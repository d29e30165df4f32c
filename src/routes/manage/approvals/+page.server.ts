import { fail } from '@sveltejs/kit';
import { hasRole } from '$lib/domain/roles';
import { requirePiOrRole, requireRole } from '$lib/server/guard';
import { decideBooking, pendingBookings } from '$lib/server/services/bookings';
import { approveAccount, declineAccount, pendingAccountsFor } from '$lib/server/services/accounts';
import { attempt } from '$lib/server/services/errors';
import { decisionSchema } from '$lib/validation/account';
import { declineSchema } from '$lib/validation/bookings';
import { formId } from '$lib/server/forms';
import type { Actions, PageServerLoad, RequestEvent } from './$types';

export const load: PageServerLoad = async (event) => {
	const user = await requirePiOrRole(event, 'manager');
	const isManager = hasRole(user.role, 'manager');
	return {
		pending: await pendingAccountsFor(user),
		bookings: isManager ? await pendingBookings() : [],
		isManager
	};
};

async function decide(event: RequestEvent, decision: typeof approveAccount) {
	const user = await requirePiOrRole(event, 'manager');
	const parsed = decisionSchema.safeParse(Object.fromEntries(await event.request.formData()));
	if (!parsed.success) return fail(400, { message: 'Choose an account to decide.' });
	const result = await attempt(() => decision(user, parsed.data.userId));
	if (!result.ok) return fail(result.error.status, { message: result.error.message });
	return { decided: parsed.data.userId };
}

export const actions: Actions = {
	approve: (event) => decide(event, approveAccount),
	decline: (event) => decide(event, declineAccount),
	approveBooking: async (event) => {
		const user = requireRole(event, 'manager');
		const id = formId((await event.request.formData()).get('bookingId'));
		if (!Number.isSafeInteger(id) || id <= 0) return fail(400, { message: 'Choose a booking.' });
		const result = await attempt(() => decideBooking(user, id, 'approve'));
		if (!result.ok) return fail(result.error.status, { message: result.error.message });
		return { bookingDecided: id };
	},
	declineBooking: async (event) => {
		const user = requireRole(event, 'manager');
		const parsed = declineSchema.safeParse(Object.fromEntries(await event.request.formData()));
		if (!parsed.success) return fail(400, { message: 'Say why the booking is declined.' });
		const result = await attempt(() =>
			decideBooking(user, parsed.data.bookingId, 'decline', parsed.data.reason)
		);
		if (!result.ok) return fail(result.error.status, { message: result.error.message });
		return { bookingDecided: parsed.data.bookingId };
	}
};
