import { describe, expect, it } from 'vitest';
import {
	NO_SHOW_GRACE_MIN,
	STATEMENT_CSV_HEADER,
	chargeOf,
	checkRate,
	hoursInMonth,
	lineCents,
	monthBounds,
	monthIsOver,
	noShowDue,
	parseMonth,
	roundCents,
	statement,
	statementCsv,
	statementFromSnapshot,
	type UsageBooking
} from './usage';

// The billing policy checked here (what is billed, windows, splitting, rounding) is common
// practice for shared instruments and a facility policy in spirit; there is no published
// source. The month's figures below are worked out by hand, not by the code under test.

const tz = 'Europe/Berlin';
const at = (iso: string) => new Date(iso);

/** Figures in units, as the hand-worked values below are written; the code keeps cents. */
function units<T extends { amountCents: number; rateCents?: number }>({
	amountCents,
	rateCents,
	...rest
}: T) {
	return {
		...rest,
		...(rateCents === undefined ? {} : { rate: rateCents / 100 }),
		amount: amountCents / 100
	};
}

function booking(overrides: Partial<UsageBooking> = {}): UsageBooking {
	return {
		id: 1,
		boxId: 1,
		boxName: 'Argon A',
		userName: 'Mira Okafor',
		startAt: at('2026-10-06T07:00:00Z'),
		endAt: at('2026-10-06T10:00:00Z'),
		status: 'confirmed',
		cancelCause: null,
		cancelledAt: null,
		checkInAt: null,
		checkOutAt: null,
		rateCents: 1250,
		cancelWindowHours: 24,
		...overrides
	};
}

describe('months in the facility zone', () => {
	it('parses YYYY-MM from 2000 to 2100 and nothing else', () => {
		expect(parseMonth('2026-10')).toBe('2026-10');
		expect(parseMonth('2000-01')).toBe('2000-01');
		expect(parseMonth('2100-12')).toBe('2100-12');
		for (const bad of [
			'1999-12',
			'2101-01',
			'2026-00',
			'2026-13',
			'2026-1',
			'26-10',
			'2026-10-01',
			'2026/10',
			' 2026-10',
			'2026-10 ',
			'2026-1a',
			'',
			'２０２６-10'
		])
			expect(parseMonth(bad), bad).toBeNull();
	});

	it('runs from local midnight on the 1st to local midnight on the next 1st', () => {
		// October 2026 in Berlin: 1 Oct 00:00 CEST (UTC+2) to 1 Nov 00:00 CET (UTC+1).
		expect(monthBounds('2026-10', tz)).toEqual({
			start: at('2026-09-30T22:00:00Z'),
			end: at('2026-10-31T23:00:00Z')
		});
		// December rolls over into January of the next year.
		expect(monthBounds('2026-12', tz)).toEqual({
			start: at('2026-11-30T23:00:00Z'),
			end: at('2026-12-31T23:00:00Z')
		});
		expect(monthBounds('2026-10', 'UTC').start).toEqual(at('2026-10-01T00:00:00Z'));
	});

	it('has 745 real hours in October 2026 and 743 in March 2026 (Berlin, DST changes)', () => {
		// By hand: 31 × 24 = 744, +1 for the night summer time ends (25 Oct 2026) and −1 for the
		// night it starts (29 Mar 2026).
		const oct = monthBounds('2026-10', tz);
		const mar = monthBounds('2026-03', tz);
		expect(hoursInMonth(oct.start, oct.end, oct)).toBe(745);
		expect(hoursInMonth(mar.start, mar.end, mar)).toBe(743);
		// A booking wider than the month bills only the month.
		expect(hoursInMonth(at('2026-09-01T00:00:00Z'), at('2026-12-01T00:00:00Z'), oct)).toBe(745);
	});

	it('refuses a malformed month or an unknown zone', () => {
		expect(() => monthBounds('2026-13', tz)).toThrow(/YYYY-MM/);
		expect(() => monthBounds('2026-10', 'Europe/Nowhere')).toThrow(/time zone/);
	});

	it('is over from local midnight on the next 1st, not before', () => {
		expect(monthIsOver('2026-10', tz, at('2026-10-31T22:59:59.999Z'))).toBe(false);
		expect(monthIsOver('2026-10', tz, at('2026-10-31T23:00:00Z'))).toBe(true);
		// 31 Oct 23:30 UTC is 1 Nov 00:30 CET: October is over in Berlin, not yet in UTC.
		expect(monthIsOver('2026-10', tz, at('2026-10-31T23:30:00Z'))).toBe(true);
		expect(monthIsOver('2026-10', 'UTC', at('2026-10-31T23:30:00Z'))).toBe(false);
		expect(monthIsOver('2026-10', tz, at('2026-10-15T12:00:00Z'))).toBe(false);
	});
});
══════
_Task objective_. The string "local" appears on some lines of the data above; report how many such lines there are, as a bare number.

_Answer for the task_. 2